Разумеется, загодя Великанов много чего нашептал (любил мой коллега такой способ общения) при сеансе курения, когда они оба, Великанов и Никольский, всласть дымили, Великанов вонючими, крепкими «Новыми», а Никольский ароматным импортным «Кэмелом». Соответственно, в редакционной курилке Великанов просветил меня насчёт Никольского, доложил про его безножие. Охать, умиляться, удивляться при личном знакомстве с Валентином Михайловичем мне не пришлось.

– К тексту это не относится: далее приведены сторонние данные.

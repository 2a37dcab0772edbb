"""Classical denoisers against outside references and the facts they carry."""

from __future__ import annotations

import math
import warnings

import numpy as np
import pytest
import pywt
import torch
from hypothesis import given, settings
from hypothesis import strategies as st
from scipy.ndimage import gaussian_filter
from skimage.restoration import denoise_nl_means, denoise_tv_chambolle

from pnpguard import (
    GaussianSmoothing,
    NonLocalMeans,
    TotalVariation,
    WaveletShrinkage,
    relaxed,
)
from pnpguard.denoisers._tv import (
    forward_gradient,
    gradient_adjoint,
    rof_objective,
    solve_rof,
)

DTYPES = [np.float32, np.float64]
RTOL = {np.float32: 1e-5, np.float64: 1e-12}


def _image(shape, seed=0):
    """A smooth ramp plus noise, so that thresholds and TV both act."""
    rng = np.random.default_rng(seed)
    rows, cols = np.mgrid[: shape[-2], : shape[-1]]
    smooth = 0.5 + 0.3 * np.sin(rows / 3.0) * np.cos(cols / 5.0)
    return smooth + 0.1 * rng.standard_normal(shape)


def _dense_matrix(den, shape):
    """The matrix of a linear denoiser, column by column, in float64."""
    n = shape[0] * shape[1]
    basis = torch.eye(n, dtype=torch.float64).reshape(n, 1, *shape)
    return den.apply(basis).reshape(n, n).T.numpy()


def _soft(c, t):
    # closed-form prox of t|.| (Bauschke & Combettes 2017, Example 24.20, from memory):
    # sign(c) max(|c| - t, 0)
    return np.sign(c) * np.maximum(np.abs(c) - t, 0.0)


# ================================================================== wavelets
@pytest.mark.filterwarnings("ignore:Level value")  # pywt warns about long filters; still orthogonal
@pytest.mark.parametrize("wavelet", ["haar", "db2", "db4", "sym8"])
@pytest.mark.parametrize("shape, level", [((32, 32), 2), ((64, 48), 3), ((16, 40), 3)])
def test_periodised_transform_is_orthogonal(wavelet, shape, level):
    # Parseval identity of an orthonormal basis, with PyWavelets' own transform
    x = _image(shape, seed=1)
    coeffs = pywt.wavedec2(x, wavelet, mode="periodization", level=level)
    array, _ = pywt.coeffs_to_array(coeffs)
    assert array.size == x.size
    assert np.sum(array**2) == pytest.approx(np.sum(x**2), rel=1e-12)


def test_odd_sizes_break_orthogonality_so_they_are_rejected():
    # Why WaveletShrinkage insists on sides divisible by 2**levels
    x = _image((30, 30), seed=2)
    coeffs = pywt.wavedec2(x, "db4", mode="periodization", level=2)
    array, _ = pywt.coeffs_to_array(coeffs)
    assert abs(np.sum(array**2) - np.sum(x**2)) > 1e-6 * np.sum(x**2)
    with pytest.raises(ValueError, match=r"not divisible by 2\*\*levels = 4"):
        WaveletShrinkage(sigma=0.1, levels=2)(x)
    with pytest.raises(ValueError, match="admits no decomposition level"):
        WaveletShrinkage(sigma=0.1)(np.zeros((15, 16)))


@pytest.mark.filterwarnings("ignore:Level value")
@pytest.mark.parametrize("wavelet", ["haar", "db4"])
@pytest.mark.parametrize("dtype", DTYPES)
def test_wavelet_shrinkage_is_the_l1_prox_in_the_orthonormal_basis(wavelet, dtype):
    shape, sigma = (16, 16), 0.08
    den = WaveletShrinkage(sigma=sigma, wavelet=wavelet, levels=2)
    t = den.threshold
    x = _image(shape, seed=3)
    out = den(x.astype(dtype))
    assert out.dtype == dtype
    # 1) PyWavelets directly: wavedec2 / threshold(mode="soft") / waverec2
    coeffs = pywt.wavedec2(x, wavelet, mode="periodization", level=2)
    coeffs = [coeffs[0]] + [tuple(pywt.threshold(b, t, mode="soft") for b in d) for d in coeffs[1:]]
    direct = pywt.waverec2(coeffs, wavelet, mode="periodization")
    np.testing.assert_allclose(out, direct, rtol=0, atol=20 * np.finfo(dtype).eps)
    # 2) the dense orthogonal matrix W of the transform and the closed-form prox
    n = x.size
    rows = []
    for k in range(n):
        e = np.zeros(n)
        e[k] = 1.0
        array, slices = pywt.coeffs_to_array(
            pywt.wavedec2(e.reshape(shape), wavelet, mode="periodization", level=2)
        )
        rows.append(array.ravel())
    matrix = np.array(rows).T  # coefficients = matrix @ image
    np.testing.assert_allclose(matrix @ matrix.T, np.eye(n), atol=1e-12)
    detail = np.ones(array.shape, dtype=bool)
    detail[slices[0]] = False
    detail = detail.ravel()
    c = matrix @ x.ravel()
    c[detail] = _soft(c[detail], t)
    np.testing.assert_allclose(out.ravel(), matrix.T @ c, atol=20 * np.finfo(dtype).eps)
    # 3) optimality (Fermat's rule): u = W (x - D x) is a subgradient of
    #    t ||(W z)_detail||_1 at D x: zero on the approximation band, t sign(c)
    #    where c != 0, |u| <= t elsewhere
    if dtype == np.float64:
        u = matrix @ (x.ravel() - out.ravel())
        np.testing.assert_allclose(u[~detail], 0.0, atol=1e-12)
        active = np.abs(c) > 0
        np.testing.assert_allclose(u[detail & active], t * np.sign(c[detail & active]), atol=1e-12)
        assert np.all(np.abs(u[detail & ~active]) <= t + 1e-12)


def test_wavelet_keeps_the_approximation_and_spins_cycles():
    den = WaveletShrinkage(sigma=0.2, wavelet="haar", levels=3)
    flat = np.full((16, 24), 0.37)
    np.testing.assert_allclose(den(flat), flat, atol=1e-14)  # details are zero, approximation kept
    spun = WaveletShrinkage(sigma=0.2, wavelet="haar", levels=3, cycle_spins=3)
    x = _image((2, 1, 16, 24), seed=4)
    expected = np.mean(
        [
            np.roll(den(np.roll(x, (i, j), axis=(-2, -1))), (-i, -j), axis=(-2, -1))
            for i in range(3)
            for j in range(3)
        ],
        axis=0,
    )
    np.testing.assert_allclose(spun(x), expected, atol=1e-13)
    assert spun.facts[0].kind == "proximal" and spun.facts[0].verified


def test_wavelet_argument_errors_and_torch_round_trip():
    with pytest.raises(ValueError, match="not orthogonal"):
        WaveletShrinkage(sigma=0.1, wavelet="bior2.2")
    with pytest.raises(ValueError, match="discrete wavelet"):
        WaveletShrinkage(sigma=0.1, wavelet="mexh")
    with pytest.raises(TypeError, match="`sigma` must be a positive finite number, got None"):
        WaveletShrinkage(sigma=None)
    den = WaveletShrinkage(sigma=0.1)
    assert den.levels_for((512, 512)) == pywt.dwt_max_level(512, 8)
    x = torch.from_numpy(_image((1, 2, 32, 32), seed=5)).float()
    out = den(x)
    assert isinstance(out, torch.Tensor) and out.dtype == torch.float32 and out.shape == x.shape
    assert not den.differentiable


# ================================================================== gaussian
@pytest.mark.parametrize("width", [0.7, 1.5, 3.0])
@pytest.mark.parametrize("dtype", DTYPES)
@pytest.mark.parametrize("shape", [(20, 28), (2, 1, 9, 13)])
def test_gaussian_matches_scipy_wrap(width, dtype, shape):
    # scipy.ndimage.gaussian_filter with mode="wrap" and the same truncation
    x = _image(shape, seed=6).astype(dtype)
    out = GaussianSmoothing(width)(x)
    axes = (-2, -1)
    expected = gaussian_filter(x.astype(np.float64), width, mode="wrap", truncate=4.0, axes=axes)
    assert out.dtype == dtype
    np.testing.assert_allclose(out, expected, rtol=0, atol=50 * np.finfo(dtype).eps)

Он сидел в дальнем конце большой комнаты, служившей приёмной и гостиной, у края большого стола. С правого бока к его креслу-трону примыкал столик с радиоприёмником, телефонным аппаратом, магнитофоном, блокнотом для записей и молниеносных зарисовок и некоторых других деталей антуража. Из-за спинки кресла выглядывал гриф гитары. Вся эта характерная для начала шестидесятых аппаратура, весь колоритный вещный мир перестал для меня существовать, как только я обратил взгляд на самого Валентина Михайловича.

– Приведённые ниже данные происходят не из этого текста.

def test_case_one_converges_and_just_outside_case_four_is_refused():
    op, _, y = _blur_problem()
    fidelity = pg.LeastSquares(op, y, sigma=0.2)
    assert fidelity.strong_convexity > 0
    # Case 1: forward-backward with a proved theta-averaged denoiser and the recommended step.
    case_one = pg.forward_backward(fidelity, _LinearFilter(0.1), max_iter=5000, tol=1e-10)
    assert case_one.converged and case_one.guarantee.route == "averaged"
    # Case 4: c = 0.15 gives the spectrum [-0.2, 1], theta = 0.6 > 1/2, so Douglas-Rachford
    # needs the strongly convex window of Giselsson & Boyd (2017).
    denoiser = _LinearFilter(0.15)
    report = pg.check_denoiser(denoiser, y)
    assert report.theta == pytest.approx(0.6)
    guarantee = pg.admissible("douglas_rachford", fidelity, report)
    low, high = guarantee.step_interval
    assert guarantee.route == "strongly convex" and low > 0
    inside = pg.douglas_rachford(fidelity, denoiser, report=report, step=0.5 * (low + high), max_iter=5000, tol=1e-10)
    assert inside.converged and not inside.flags
    with pytest.raises(pg.Refused, match="outside the admissible interval"):
        pg.douglas_rachford(fidelity, denoiser, report=report, step=high * 1.01)
    with pytest.raises(pg.Refused, match="outside the admissible interval"):
        pg.douglas_rachford(fidelity, denoiser, report=report, step=low * 0.99)


def test_the_stall_check_follows_the_lowest_residual_so_a_single_high_point_is_no_stall():
    from pnpguard.solvers._monitor import Monitor

    def flags(residuals):
        # fixed_point=False leaves the stall check alone (no step-to-step comparisons).
        monitor = Monitor(pg.Policy(stall_window=5), None, 1.0, 1.0, fixed_point=False)
        point = torch.zeros(2)
        found = []
        for k, r in enumerate(residuals):
            found += monitor.observe(k, point, 0.0, point, r)
        return [flag.kind for flag in found]

    before = [1.0, 0.5, 0.4, 0.3, 0.2]
    # An accepted accelerated point far above the lowest residual at the window's end: progress.
    assert flags(before + [0.1, 0.09, 0.08, 0.07, 9.0]) == []
    # The lowest residual did not fall 1 % below 0.2 over the window: a stall.
    assert flags(before + [0.2, 0.199, 0.3, 0.2, 0.25]) == ["stall"]
    # A monotone (plain) sequence is judged by its last residual against the one before the window.
    assert flags([1.0, 0.9, 0.8, 0.7, 0.6] + [0.6, 0.6, 0.6, 0.6, 0.595]) == ["stall"]
    assert flags([1.0, 0.9, 0.8, 0.7, 0.6] + [0.6, 0.6, 0.6, 0.6, 0.59]) == []


def test_a_map_without_fixed_point_stalls_and_the_policy_stops_it():
    # T x = D(x - eta grad f) with D a translation by 0.01 has no fixed point on the missing
    # pixels: the residual settles at the minimal displacement (Pazy 1971; THEORY.md section 5).
    op = pg.PixelMask(pg.random_pixel_mask(SHAPE, 0.5, seed=4))
    fidelity = pg.LeastSquares(op, RNG.random(SHAPE))
    shift = pg.as_denoiser(lambda z: z + 0.01, name="shift", backend="torch")
    policy = pg.Policy(stall="stop", stall_window=20)
    result = pg.forward_backward(fidelity, shift, guard=False, policy=policy, max_iter=1000, progress=True)
    assert not result.converged and result.iterations < 100
    assert result.flags[-1].kind == "stall" and "stopped by the monitor" in result.message


def test_non_finite_values_stop_the_run_even_under_a_warn_policy():
    op = pg.PixelMask(np.ones(SHAPE))
    fidelity = pg.LeastSquares(op, RNG.random(SHAPE))
    poison = pg.as_denoiser(lambda z: z if bool((z.abs() < 5).all()) else z * float("inf"), name="poison", backend="torch")
    policy = pg.Policy(blow_up="warn", blowup_ratio=1e9)
    result = pg.forward_backward(fidelity, poison, guard=False, step=3.0, x0=RNG.random(SHAPE), policy=policy, max_iter=200)
    assert np.isfinite(result.x).all()
    assert result.flags[-1].kind == "blow_up" and "stopped by the monitor" in result.message


@pytest.mark.parametrize("accelerate", [False, True])
def test_tv_deblurring_fixed_points_agree_across_fb_dr_and_admm(accelerate):
    # The TV prox makes the three fixed points minimisers of one strictly convex problem
    # f + (w / eta) TV (mu > 0 here) when the prox parameter equals the FB step; they agree up
    # to the inexactness of the TV solves.
    truth = pg.phantoms.shepp_logan(16)
    op = pg.Convolution(pg.gaussian_psf(3, 0.5), truth.shape)
    y = op(truth) + 0.02 * RNG.standard_normal(truth.shape)
    fidelity = pg.LeastSquares(op, y, sigma=0.05)
    tv = pg.TotalVariation(weight=0.002, max_iter=20000)  # tolerance driven from 1e-3 by the solvers
    eta = 1.0 / fidelity.lipschitz
    report = pg.check_denoiser(tv, y)
    results = [
        solver(fidelity, tv, report=report, step=eta, max_iter=3000, tol=1e-5, accelerate=accelerate)
        for solver in (pg.forward_backward, pg.douglas_rachford, pg.admm)
    ]
    assert report.verdict == "proved" and all(r.converged and not r.flags for r in results), [r.flags for r in results]
    assert_close(results[1].x, results[0].x, rtol=0, atol=2e-4, what="TV: DR vs FB")
    assert_close(results[2].x, results[0].x, rtol=0, atol=2e-4, what="TV: ADMM vs FB")


def _tv_deblurring_reference(matrix, y, noise, weight, iterations=40000):
    """argmin ||A x - y||^2 / (2 noise^2) + weight TV(x) by Chambolle-Pock (numpy, dense A).

    Independent of the library: Chambolle & Pock, J. Math. Imaging Vis. 40 (2011),
    Algorithm 1 with K = forward-difference gradient (Neumann), ||K||^2 <= 8,
    tau = sigma = 0.35, the quadratic's prox by numpy.linalg.solve.
    """
    n = y.shape[0]

    def grad(x):
        g = np.zeros((2, n, n))
        g[0, :-1] = x[1:] - x[:-1]
        g[1, :, :-1] = x[:, 1:] - x[:, :-1]
        return g

    def grad_t(p):
        out = np.zeros((n, n))
        out[:-1] -= p[0, :-1]
        out[1:] += p[0, :-1]
        out[:, :-1] -= p[1, :, :-1]
        out[:, 1:] += p[1, :, :-1]
        return out

    tau = sigma = 0.35
    inverse = np.linalg.inv(np.eye(n * n) + tau * matrix.T @ matrix / noise**2)
    back = tau * matrix.T @ y.ravel() / noise**2
    x = np.zeros((n, n))
    x_bar, p = x.copy(), np.zeros((2, n, n))
    for _ in range(iterations):
        p = p + sigma * grad(x_bar)
        p = p / np.maximum(1.0, np.sqrt(p[0] ** 2 + p[1] ** 2) / weight)
        x_new = (inverse @ ((x - tau * grad_t(p)).ravel() + back)).reshape(n, n)
        x_bar, x = 2 * x_new - x, x_new
    return x


@pytest.mark.parametrize("accelerate", [False, True])
def test_inexact_tv_prox_reaches_the_exact_minimiser(accelerate):
    # Krasnosel'skii-Mann with errors converges to the exact map's fixed point when the
    # errors are summable (Combettes, Optimization 53, 2004): the solver drives the TV
    # tolerance down. A fixed 1e-3 inner tolerance stalls measurably away from it.
    truth = pg.phantoms.shepp_logan(16)
    op = pg.Convolution(pg.gaussian_psf(3, 0.7), truth.shape)
    y = op(truth) + 0.02 * RNG.standard_normal(truth.shape)
    noise = 0.05
    fidelity = pg.LeastSquares(op, y, sigma=noise)
    eta = 1.0 / fidelity.lipschitz
    weight = 0.004
    exact = _tv_deblurring_reference(dense_matrix(op), y, noise, weight / eta)
    driven = pg.forward_backward(
        fidelity, pg.TotalVariation(weight=weight), step=eta, max_iter=3000, tol=1e-6, accelerate=accelerate
    )
    assert driven.converged and not driven.flags
    assert any("summable" in text for text in driven.guarantee.assumptions)
    error = np.linalg.norm(driven.x - exact) / np.linalg.norm(exact)
    assert error < 1e-4, error  # the reference itself moves by 1e-5 between 20000 and 40000 iterations

    class _FixedTolerance(pg.TotalVariation):
        def tolerance_driver(self):
            return None

    fixed = pg.forward_backward(fidelity, _FixedTolerance(weight=weight), step=eta, max_iter=3000, tol=1e-6)
    assert fixed.guarantee.status == "conditional" and not fixed.converged
    assert "cannot be established" in fixed.message
    assert np.linalg.norm(fixed.x - exact) / np.linalg.norm(exact) > 3 * error


def _optimistic_estimate():
    """A blur problem, a linear filter with theta = 0.9 in truth, and a report claiming 0.3."""
    op, _, y = _blur_problem()
    fidelity = pg.LeastSquares(op, y, sigma=0.2)
    denoiser = _LinearFilter(0.225)  # spectrum [-0.8, 1]: theta = 0.9 in truth
    optimistic = pg.CheckReport(
        denoiser=denoiser.name, theta=0.3, lipschitz=1.0, residual_lipschitz=0.6,
        verdict="estimated", refuted=None, witnesses={}, calls=0, seconds=0.0, method="a lucky search",
    )
    return fidelity, denoiser, optimistic


def test_an_optimistic_estimate_is_caught_by_the_monitor_with_a_witness():
    fidelity, denoiser, optimistic = _optimistic_estimate()
    result = pg.forward_backward(fidelity, denoiser, report=optimistic, x0=RNG.standard_normal(SHAPE), max_iter=50)
    broken = [flag for flag in result.flags if flag.kind == "assumption_broken"]
    assert broken and broken[0].value > result.guarantee.constant
    first, second = broken[0].witness
    # Reproduce: the pair (v, T v) of consecutive iterates violates the certified averagedness
    # of T = D (I - eta grad f) (THEORY.md section 1, pairwise statistic).
    t = lambda v: denoiser.apply(v - result.step * fidelity.apply_grad(v))  # noqa: E731
    a = first - second
    r = a - (t(first) - t(second))
    statistic = float(torch.sum(r * r) / (2 * torch.sum(a * r)))
    assert statistic == pytest.approx(broken[0].value, rel=1e-6)
    assert statistic > result.guarantee.constant


def test_callback_sees_the_iteration_that_converges():
    op, _, y = _blur_problem()
    fidelity = pg.LeastSquares(op, y, sigma=0.5)
    seen = []
    result = pg.forward_backward(fidelity, _soft(0.02), tol=1e-3, callback=lambda s: seen.append(s.iteration))
    assert result.converged
    assert seen[-1] == result.iterations


def test_unknown_option_is_named_with_a_hint():
    op, _, y = _blur_problem()
    with pytest.raises(TypeError, match="did you mean 'max_iter'"):
        pg.forward_backward(pg.LeastSquares(op, y), _soft(0.02), max_iters=3)
    import inspect

    assert "max_iter" in inspect.signature(pg.admm).parameters


def test_a_denoiser_that_does_nothing_is_flagged_as_a_trivial_fixed_point():
    # Inpainting from the zero-filled start A^T y: with a denoiser that does nothing the
    # start is already a fixed point of forward-backward (grad f vanishes there).
    shape = (16, 16)
    op = pg.PixelMask(pg.random_pixel_mask(shape, 0.5, seed=2))
    fidelity = pg.LeastSquares(op, op(RNG.random(shape)))
    result = pg.forward_backward(fidelity, pg.NonLocalMeans(sigma=1e-4), guard=False, max_iter=20)
    assert result.converged
    assert [flag.kind for flag in result.flags] == ["trivial_fixed_point"]
    assert "prior did nothing" in str(result)
    working = pg.forward_backward(fidelity, _soft(0.05), guard=False, max_iter=20)
    assert not any(flag.kind == "trivial_fixed_point" for flag in working.flags)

Никольский улыбался, весь обратившись ко мне. Лицо его выражало полную, чистосердечную, искреннюю благожелательность. Он таким образом извинялся за то, что нет у него возможности устремиться тебе навстречу – встать, идти к дверям с распростёртыми объятьями. Глядя на его могучие руки и плечи, я представил, какие это были бы роскошные, сильные, мужские объятья. В детстве полиомиелит привёл к поражению ног – лишил мальчика возможности ходить, бегать, скакать, плясать, танцевать, играть в подвижные игры, но не лишил его всех перечисленных желаний и потребностей, и он удовлетворял их с помощью могучего воображения. Бессилие скованных недугом ног компенсировала воля, необыкновенно развитые, на всё способные руки, могучий плечевой пояс, сильный торс. Немного раскрепостишь фантазию и с лёгкостью представляешь его руки крыльями. И чудились мне в нём повадки, гордость орла. Было нечто орлиное, величественно-птичье в его внешности, прежде всего в орлином профиле.

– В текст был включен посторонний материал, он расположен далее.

"""Test-session settings.

The suite runs many tiny problems, for which torch's intra-op threads cost more
to wake than they save (and they make timings erratic on a loaded machine), so
tests use one thread. Benchmarks under benchmarks/ keep torch's default.
"""

import torch

torch.set_num_threads(1)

Передние части головы у него решительно выдвинуты вперёд относительно затылка, и от этого лик Никольского обрёл птичьи очертания. Нос с горбинкой, глубоко сидящие весёлые голубые глаза, широкий растянутый рот, настроенный на протяжную улыбку и, вообще, владеющий богатейшей мимикой. Вкусные, даже на вид, губы. Черты лица Валентина Никольского ужасно далеки от правильных округлых, гармонических форм, но при этом они были по-своему, что называется, на загляденье. Живость его лица, подвижность, способность быть одухотворённым приёмником чувств, мыслей, интереса к собеседнику всех, кто оказался в застолье, брали в плен сразу же. Ему не надо было настраиваться на беседу именно с вами, допустим, угрюмым, чем-то крайне расстроенным, эгоистичным в желании лелеять и дальше это для других тягостное, неприятное чувство. Он изжил эгоизм полностью, как ни трудно в это поверить. Инвалид, лишённый возможности передвижения, никогда не думает прежде о себе, а уж затем, о тех, кто рядом, кто обращается к нему с вопросами, предложениями, просьбами.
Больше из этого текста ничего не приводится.